• [DATA UNDER STUDY]:
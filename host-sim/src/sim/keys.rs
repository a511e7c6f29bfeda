//! Key names (for scripts) and the laptop keyboard's keys (for the window and the
//! terminal), in one table so the two never disagree.

use leeward_firmware::Key;

/// The named keys of a key script, with the device key each stands for. Digits, `.` and
/// `-` are typed as they are (see [`typed`]).
pub const NAMES: [(&str, Key); 10] = [
    ("ok", Key::Ok),
    ("back", Key::Back),
    ("menu", Key::Menu),
    ("up", Key::Up),
    ("down", Key::Down),
    ("left", Key::Left),
    ("right", Key::Right),
    ("del", Key::Delete),
    ("dot", Key::Dot),
    ("sign", Key::Sign),
];

/// The device key a script name stands for (case does not matter).
pub fn named(name: &str) -> Option<Key> {
    NAMES
        .iter()
        .find(|(n, _)| n.eq_ignore_ascii_case(name))
        .map(|&(_, k)| k)
}

/// The key a typed character stands for: a digit, `.` (decimal point) or `-` (change
/// sign), as on the keypad.
pub fn typed(c: char) -> Option<Key> {
    match c {
        '0'..='9' => Some(Key::Digit(c as u8 - b'0')),
        '.' => Some(Key::Dot),
        '-' => Some(Key::Sign),
        _ => None,
    }
}

/// The keyboard legend shown beside the screen: laptop key, device key.
pub const LEGEND: [(&str, &str); 9] = [
    ("0-9", "digits"),
    (".", "point"),
    ("-", "sign"),
    ("Bksp", "delete"),
    ("arrows", "move"),
    ("Enter", "OK"),
    ("Esc", "BACK"),
    ("Tab, M", "MENU"),
    ("Q", "quit"),
];
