//! Helpers shared by the command-line tests.
#![allow(dead_code)]

use std::path::PathBuf;
use std::process::{Command, Output};

pub fn leeward(args: &[&str]) -> Output {
    Command::new(env!("CARGO_BIN_EXE_leeward"))
        .args(args)
        .output()
        .expect("the leeward binary runs")
}

/// A file under host-sim/tests/data.
pub fn data(name: &str) -> String {
    let p: PathBuf = [env!("CARGO_MANIFEST_DIR"), "tests", "data", name]
        .iter()
        .collect();
    p.to_string_lossy().into_owned()
}

/// A file under the repository's demo/ folder.
pub fn demo_file(name: &str) -> String {
    let p: PathBuf = [env!("CARGO_MANIFEST_DIR"), "..", "demo", name]
        .iter()
        .collect();
    p.to_string_lossy().into_owned()
}

/// Run with --json; the command must succeed.
pub fn json(args: &[&str]) -> serde_json::Value {
    let mut a = args.to_vec();
    a.push("--json");
    let out = leeward(&a);
    assert!(
        out.status.success(),
        "{args:?}: {}",
        String::from_utf8_lossy(&out.stderr)
    );
    serde_json::from_slice(&out.stdout).expect("valid JSON")
}

/// Run for the readable report; the command must succeed.
pub fn text(args: &[&str]) -> String {
    let out = leeward(args);
    assert!(
        out.status.success(),
        "{args:?}: {}",
        String::from_utf8_lossy(&out.stderr)
    );
    String::from_utf8(out.stdout).expect("UTF-8 output")
}

/// A bad input: exit 2, one line on stderr that contains `needle`, nothing on stdout, no panic.
pub fn refused(args: &[&str], needle: &str) {
    let out = leeward(args);
    let err = String::from_utf8_lossy(&out.stderr);
    assert_eq!(out.status.code(), Some(2), "{args:?}: {err}");
    assert_eq!(
        err.trim_end().lines().count(),
        1,
        "{args:?}: one line expected, got {err}"
    );
    assert!(err.contains(needle), "{args:?}: '{needle}' not in {err}");
    assert!(!err.contains("panicked"), "{err}");
    assert!(out.stdout.is_empty());
}

pub fn num(v: &serde_json::Value, key: &str) -> f64 {
    v[key]
        .as_f64()
        .unwrap_or_else(|| panic!("{key} missing or not a number in {v}"))
}
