//! The numeric field editor: a short text with a cursor, typed with the digit keys or
//! rolled character by character with the arrows alone.
//!
//! The text is the value: nothing is parsed away, rounded or clamped while typing. A field
//! is checked only when the user confirms it or asks for a result, and an entry that fails
//! the check stays exactly as typed, marked, with a message naming the allowed range.

use crate::key::Key;
use crate::settings::{LatEntry, Settings};
use crate::text::{line, Line};
use core::fmt::Write;

/// Characters a field holds.
pub const FIELD_LEN: usize = 12;

/// The degree mark between degrees and minutes (stored as this byte, drawn as `°`).
const DEG: u8 = b'd';
/// A gap left by rolling past the last choice: removed when the edit ends.
const GAP: u8 = b'_';

/// What a field holds, which sets its unit, its conversions and its check.
#[derive(Debug, Clone, Copy, PartialEq)]
pub enum Kind {
    /// A latitude, degrees; typed decimal or as degrees and minutes per the settings.
    Latitude,
    /// A longitude, degrees east (west negative); typed like a latitude.
    Longitude,
    /// A height or depth, m inside; shown in the height unit of the settings.
    Height,
    /// A relative vorticity, s⁻¹ inside; typed in units of 1e-5 s⁻¹.
    Vorticity,
    /// A wind speed, m s⁻¹ inside; shown in the wind unit of the settings.
    Speed,
    /// A direction or azimuth, degrees clockwise from north; always typed decimal.
    Bearing,
    /// A buoyancy (Brunt–Väisälä) frequency, s⁻¹ inside; typed in units of 1e-3 s⁻¹.
    Frequency,
}

impl Kind {
    /// True for angles, which the settings' latitude style (decimal or degrees-minutes)
    /// applies to.
    pub fn is_angle(self) -> bool {
        matches!(self, Kind::Latitude | Kind::Longitude)
    }
}

/// Scale of vorticity entry: values are typed in units of 1e-5 s⁻¹.
pub const VORTICITY_UNIT: f64 = 1e-5;

/// Scale of buoyancy-frequency entry: values are typed in units of 1e-3 s⁻¹.
pub const FREQUENCY_UNIT: f64 = 1e-3;

/// A field's label and the range of SI values it accepts.
#[derive(Debug, Clone, Copy, PartialEq)]
pub struct FieldSpec {
    /// Label shown before the value (at most 17 characters).
    pub label: &'static str,
    /// What the value is.
    pub kind: Kind,
    /// Smallest accepted value, SI.
    pub min: f64,
    /// Largest accepted value, SI.
    pub max: f64,
}

impl FieldSpec {
    /// Unit shown after the value.
    pub fn unit(&self, s: &Settings) -> &'static str {
        match self.kind {
            Kind::Latitude | Kind::Longitude => "°",
            Kind::Height => s.height.symbol(),
            Kind::Vorticity => "e-5/s",
            Kind::Speed => s.wind.symbol(),
            Kind::Bearing => "°",
            Kind::Frequency => "e-3/s",
        }
    }

    /// SI value → the number shown in the settings' unit.
    pub fn to_display(&self, si: f64, s: &Settings) -> f64 {
        match self.kind {
            Kind::Latitude | Kind::Longitude | Kind::Bearing => si,
            Kind::Height => s.height.from_m(si),
            Kind::Vorticity => si / VORTICITY_UNIT,
            Kind::Speed => s.wind.from_ms(si),
            Kind::Frequency => si / FREQUENCY_UNIT,
        }
    }

    /// The allowed range in words, in the unit shown: "-90 to 90 °".
    pub fn range_text(&self, s: &Settings) -> Line {
        let lo = short_number(self.to_display(self.min, s), 1);
        let hi = short_number(self.to_display(self.max, s), 1);
        line(format_args!("{lo} to {hi} {}", self.unit(s)))
    }
}

/// Why a field's text is not an acceptable value.
#[derive(Debug, Clone, Copy, PartialEq)]
#[cfg_attr(feature = "defmt", derive(defmt::Format))]
pub enum FieldError {
    /// Nothing typed.
    Empty,
    /// The text is not a number (a lone sign or point, two points…).
    NotANumber,
    /// Degrees before the degree mark must be whole, minutes below 60.
    BadMinutes,
    /// A number outside the allowed range.
    OutOfRange,
}

/// One field: its text and cursor (0 = before the first character).
#[derive(Debug, Clone, PartialEq, Default)]
pub struct Field {
    buf: heapless::Vec<u8, FIELD_LEN>,
    cursor: u8,
}

impl Field {
    /// A field holding `text` (characters other than digits, `.`, `-` and `°` are dropped),
    /// cursor at the end.
    pub fn with_text(text: &str) -> Self {
        let mut f = Field::default();
        for c in text.chars() {
            let b = match c {
                '0'..='9' | '.' | '-' => c as u8,
                '°' => DEG,
                _ => continue,
            };
            let _ = f.buf.push(b);
        }
        f.cursor = f.buf.len() as u8;
        f
    }

    /// A field showing the SI value `si` in the settings' unit and entry style.
    pub fn with_value(spec: &FieldSpec, si: f64, s: &Settings) -> Self {
        let shown = spec.to_display(si, s);
        if spec.kind.is_angle() && s.lat_entry == LatEntry::DegMin {
            let sign = if shown < 0.0 { "-" } else { "" };
            let a = libm_abs(shown);
            // Degrees-minutes only for what an angle can be; anything larger (or not
            // finite) is shown plainly rather than wrapped or saturated.
            if !a.is_finite() || a >= 1.0e6 {
                return Field::with_text(&short_number(shown, 4));
            }
            let mut deg = a as u32;
            let mut min = (a - deg as f64) * 60.0;
            // 59.999… minutes shows as the next whole degree.
            if min >= 59.995 {
                deg = deg.saturating_add(1);
                min = 0.0;
            }
            let m = short_number(min, 2);
            Field::with_text(&line(format_args!("{sign}{deg}°{m}")))
        } else {
            Field::with_text(&short_number(shown, 4))
        }
    }

    /// The text as shown, with the degree mark and gaps drawn as `°` and `_`.
    pub fn display(&self) -> Line {
        let mut s = Line::new();
        for &b in &self.buf {
            let _ = match b {
                DEG => s.push('°'),
                _ => s.push(b as char),
            };
        }
        s
    }

    /// Cursor position in characters.
    pub fn cursor(&self) -> usize {
        self.cursor as usize
    }

    /// Characters in the field.
    pub fn len(&self) -> usize {
        self.buf.len()
    }

    /// True when nothing is typed.
    pub fn is_empty(&self) -> bool {
        self.buf.is_empty()
    }

    fn insert(&mut self, b: u8) {
        let at = self.cursor().min(self.buf.len());
        if self.buf.insert(at, b).is_ok() {
            self.cursor = (at + 1) as u8;
        }
    }

    /// Apply an editing key. Returns false for keys the editor does not use (OK, BACK,
    /// MENU), which the form handles.
    pub fn edit(&mut self, key: Key, entry: LatEntry, kind: Kind) -> bool {
        let dm = kind.is_angle() && entry == LatEntry::DegMin;
        match key {
            Key::Digit(d) if d <= 9 => self.insert(b'0' + d),
            Key::Digit(_) => {}
            Key::Dot => {
                if dm && !self.buf.contains(&DEG) {
                    self.insert(DEG);
                } else if !self.buf.contains(&b'.') {
                    self.insert(b'.');
                }
            }
            Key::Sign => {
                if self.buf.first() == Some(&b'-') {
                    self.buf.remove(0);
                    self.cursor = self.cursor.saturating_sub(1);
                } else if self.buf.insert(0, b'-').is_ok() {
                    self.cursor += 1;
                }
            }
            Key::Delete => {
                let c = self.cursor();
                if c > 0 && c <= self.buf.len() {
                    self.buf.remove(c - 1);
                    self.cursor -= 1;
                } else if c == 0 && !self.buf.is_empty() {
                    self.buf.remove(0);
                }
            }
            Key::Left => self.cursor = self.cursor.saturating_sub(1),
            Key::Right => {
                if self.cursor() < self.buf.len() {
                    self.cursor += 1;
                }
            }
            Key::Up | Key::Down => self.roll(key == Key::Up, dm),
            Key::Ok | Key::Back | Key::Menu => return false,
        }
        true
    }

    /// Roll the character under the cursor through the characters allowed there; at the
    /// end of the text, start a new character. The gap is the last choice: it deletes the
    /// character when the edit ends, so arrows alone can shorten a value.
    fn roll(&mut self, up: bool, dm: bool) {
        let mut cycle: heapless::Vec<u8, 16> = heapless::Vec::new();
        let _ = cycle.extend_from_slice(b"0123456789.");
        if dm {
            let _ = cycle.push(DEG);
        }
        if self.cursor == 0 {
            let _ = cycle.push(b'-');
        }
        let _ = cycle.push(GAP);
        let n = cycle.len();
        let c = self.cursor();
        if c >= self.buf.len() {
            // A new character: 0 rolling up, 9 rolling down; the cursor stays on it.
            let b = if up { b'0' } else { b'9' };
            if self.buf.push(b).is_ok() {
                self.cursor = (self.buf.len() - 1) as u8;
            }
            return;
        }
        let cur = self.buf[c];
        let i = cycle.iter().position(|&x| x == cur).unwrap_or(n - 1);
        let j = if up { (i + 1) % n } else { (i + n - 1) % n };
        self.buf[c] = cycle[j];
    }

    /// End an edit: remove gaps and put the cursor at the end.
    pub fn finish(&mut self) {
        self.buf.retain(|&b| b != GAP);
        self.cursor = self.buf.len() as u8;
    }

    /// The SI value, or why there is none. The text is not changed.
    pub fn value(&self, spec: &FieldSpec, s: &Settings) -> Result<f64, FieldError> {
        let shown = self.parse(spec.kind, s.lat_entry)?;
        let si = match spec.kind {
            Kind::Latitude | Kind::Longitude | Kind::Bearing => shown,
            Kind::Height => s.height.to_m(shown),
            Kind::Vorticity => shown * VORTICITY_UNIT,
            Kind::Speed => s.wind.to_ms(shown),
            Kind::Frequency => shown * FREQUENCY_UNIT,
        };
        if !si.is_finite() || si < spec.min || si > spec.max {
            return Err(FieldError::OutOfRange);
        }
        Ok(si)
    }

    fn parse(&self, kind: Kind, entry: LatEntry) -> Result<f64, FieldError> {
        let mut t: heapless::String<FIELD_LEN> = heapless::String::new();
        for &b in self.buf.iter().filter(|&&b| b != GAP) {
            let _ = t.push(b as char);
        }
        if t.is_empty() {
            return Err(FieldError::Empty);
        }
        let dm = kind.is_angle() && entry == LatEntry::DegMin;
        match t.split_once(DEG as char) {
            None => number(&t),
            Some(_) if !dm => Err(FieldError::NotANumber),
            Some((d, m)) => {
                let neg = d.starts_with('-');
                let d = d.strip_prefix('-').unwrap_or(d);
                if d.is_empty() || !d.bytes().all(|b| b.is_ascii_digit()) {
                    return Err(FieldError::BadMinutes);
                }
                let deg = number(d)?;
                let min = if m.is_empty() { 0.0 } else { number(m)? };
                if !(0.0..60.0).contains(&min) || m.starts_with('-') {
                    return Err(FieldError::BadMinutes);
                }
                let v = deg + min / 60.0;
                Ok(if neg { -v } else { v })
            }
        }
    }

    /// Re-express the text after a change of settings (unit or latitude style), if it
    /// holds a valid number; an invalid text is kept exactly as typed.
    pub fn convert(&mut self, spec: &FieldSpec, from: &Settings, to: &Settings) {
        let relevant = match spec.kind {
            Kind::Latitude | Kind::Longitude => from.lat_entry != to.lat_entry,
            Kind::Height => from.height != to.height,
            Kind::Speed => from.wind != to.wind,
            Kind::Vorticity | Kind::Bearing | Kind::Frequency => false,
        };
        if !relevant {
            return;
        }
        let shown = match self.parse(spec.kind, from.lat_entry) {
            Ok(v) => v,
            Err(_) => return,
        };
        let si = match spec.kind {
            Kind::Height => from.height.to_m(shown),
            Kind::Speed => from.wind.to_ms(shown),
            _ => shown,
        };
        // An out-of-range value is an invalid entry too: kept as typed, so the range
        // message on OK still shows what the user keyed.
        if !si.is_finite() || si < spec.min || si > spec.max {
            return;
        }
        *self = Field::with_value(spec, si, to);
    }
}

fn number(t: &str) -> Result<f64, FieldError> {
    // Our keys type only digits, one point and a leading sign; anything the float parser
    // would also take (exponents, "inf") cannot be typed, but is refused all the same.
    let body = t.strip_prefix('-').unwrap_or(t);
    if body.is_empty()
        || body == "."
        || !body.bytes().all(|b| b.is_ascii_digit() || b == b'.')
        || body.bytes().filter(|&b| b == b'.').count() > 1
    {
        return Err(FieldError::NotANumber);
    }
    decimal(t).ok_or(FieldError::NotANumber)
}
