def geostrophic_case(name, lat0, lon0, field):
    lats, lons = case_grid(lat0, lon0)
    z = heights(field, lat0, lon0, lats, lons)
    # Geopotential heights: MetPy's geostrophic_wind multiplies a height by
    # metpy.constants.g (9.80665 m s^-2, the value that defines the geopotential metre).
    height = units.Quantity(z, 'm')
    lat_q = units.Quantity(lats, 'degree')
    lon_q = units.Quantity(lons, 'degree')
    # leeward works on a sphere: give MetPy the sphere of its own mean radius, for the
    # distances (pyproj's default 'sphere' has a = 6370997 m, its lat/lon CRS WGS 84).
    radius = mpconst.earth_avg_radius.m_as('m')
    geod = Geod(a=radius, b=radius)
    crs = CRS.from_proj4(f'+proj=longlat +R={radius!r} +no_defs')

    # Geostrophic wind: true distances between grid points from lat_lon_grid_deltas, f from
    # the latitude of each row (a column array broadcasts along x).
    dx, dy = mpcalc.lat_lon_grid_deltas(lon_q, lat_q, geod=geod)
    lat_col = lat_q[:, np.newaxis]
    u, v = mpcalc.geostrophic_wind(height, dx=dx, dy=dy, latitude=lat_col)

    # The same wind the projection-correct way (nominal spacing and the lat/lon map
    # factors): the two must agree closely, or the grid is not what we think it is.
    u2, v2 = mpcalc.geostrophic_wind(height, latitude=lat_col, longitude=lon_q, crs=crs)
    scale = float(np.hypot(u[GRID_HALF, GRID_HALF], v[GRID_HALF, GRID_HALF]).m_as('m/s'))
    for p, q in ((u, u2), (v, v2)):
        diff = abs(float((p - q)[GRID_HALF, GRID_HALF].m_as('m/s')))
        if diff > 1e-4 * scale + 1e-9:
            raise SystemExit(f'{name}: the two MetPy winds differ by {diff} m/s')

    # Vorticity with the map factors of the lat/lon grid (MetPy docs: give longitude,
    # latitude and crs for a projection-correct result); this includes u tan(lat)/a.
    zeta = mpcalc.vorticity(u, v, latitude=lat_col, longitude=lon_q, crs=crs)
    # Projection-correct Laplacian (divergence of the gradient), where MetPy has one.
    lap = ''
    if hasattr(mpcalc, 'geospatial_laplacian'):
        lap_q = mpcalc.geospatial_laplacian(height, latitude=lat_col, longitude=lon_q,
                                            crs=crs)
        lap = float(lap_q[GRID_HALF, GRID_HALF].m_as('1/m'))

    f0 = float(mpcalc.coriolis_parameter(units.Quantity(lat0, 'degree')).m_as('1/s'))
    c = (GRID_HALF, GRID_HALF)
    case_row = (name, lat0, lon0, f0, float(u[c].m_as('m/s')), float(v[c].m_as('m/s')),
                float(zeta[c].m_as('1/s')), lap, SPACING_DEG)

    stations = []
    for i, lat in enumerate(lats):
        for j, lon in enumerate(lons):
            stations.append((name, station_id(name, i, j), float(lat), float(lon),
                             float(z[i, j])))
    return case_row, stations


def station_id(name, i, j):
    """C<case number>R<row><col>: e.g. C1R00 is the south-west corner of case 1."""
    k = [c[0] for c in CASES].index(name) + 1
    sid = f'C{k}R{i}{j}'
    assert len(sid) <= 8 and sid.isascii() and sid.isalnum()
    return sid


# --------------------------------------------------------------------------------------
# Thermodynamics of one level on a grid
# --------------------------------------------------------------------------------------

THERMO_PRESSURES_HPA = [1000.0, 850.0, 700.0, 500.0, 300.0, 200.0, 100.0]
THERMO_TEMPERATURES_C = [-60.0, -50.0, -40.0, -30.0, -20.0, -10.0, 0.0, 10.0, 20.0, 30.0,
                         40.0]
THERMO_DEPRESSIONS_K = [0.0, 2.0, 5.0, 10.0, 20.0, 30.0]

# Kelvin from Celsius as the Rust test does it (t + 273.15 in binary64), so that both sides
# start from the same number.
ZERO_C_K = 273.15


def kelvin(t_c):
    return units.Quantity(t_c + ZERO_C_K, 'K')


def thermo_rows():
    """One row per (p, T, Td): MetPy's functions, all over liquid water (phase='liquid',
    the default)."""
    rows = []
    for p_hpa in THERMO_PRESSURES_HPA:
        p = units.Quantity(p_hpa, 'hPa')
        for t_c in THERMO_TEMPERATURES_C:
            for dep in THERMO_DEPRESSIONS_K:
                td_c = t_c - dep
                t, td = kelvin(t_c), kelvin(td_c)
                theta = mpcalc.potential_temperature(p, t)
                es_t = mpcalc.saturation_vapor_pressure(t)
                e = mpcalc.saturation_vapor_pressure(td)
                r = mpcalc.mixing_ratio(e, p)
                tv = mpcalc.virtual_temperature(t, r)
                rh = mpcalc.relative_humidity_from_dewpoint(t, td)
                rows.append((p_hpa, t_c, td_c, theta.m_as('K'), es_t.m_as('Pa'),
                             e.m_as('Pa'), r.m_as(''), tv.m_as('K'), rh.m_as('')))
    return rows


# --------------------------------------------------------------------------------------
# Soundings
# --------------------------------------------------------------------------------------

• [PROBLEM REQUIREMENTS]: In the listing above, find the line with "for c in text.chars()" and the line with "and entry style."; output exactly those lines and all lines between them.

• [TASK RESPONSE]:
        for c in text.chars() {
            let b = match c {
                '0'..='9' | '.' | '-' => c as u8,
                '°' => DEG,
                _ => continue,
            };
            let _ = f.buf.push(b);
        }
        f.cursor = f.buf.len() as u8;
        f
    }

    /// A field showing the SI value `si` in the settings' unit and entry style.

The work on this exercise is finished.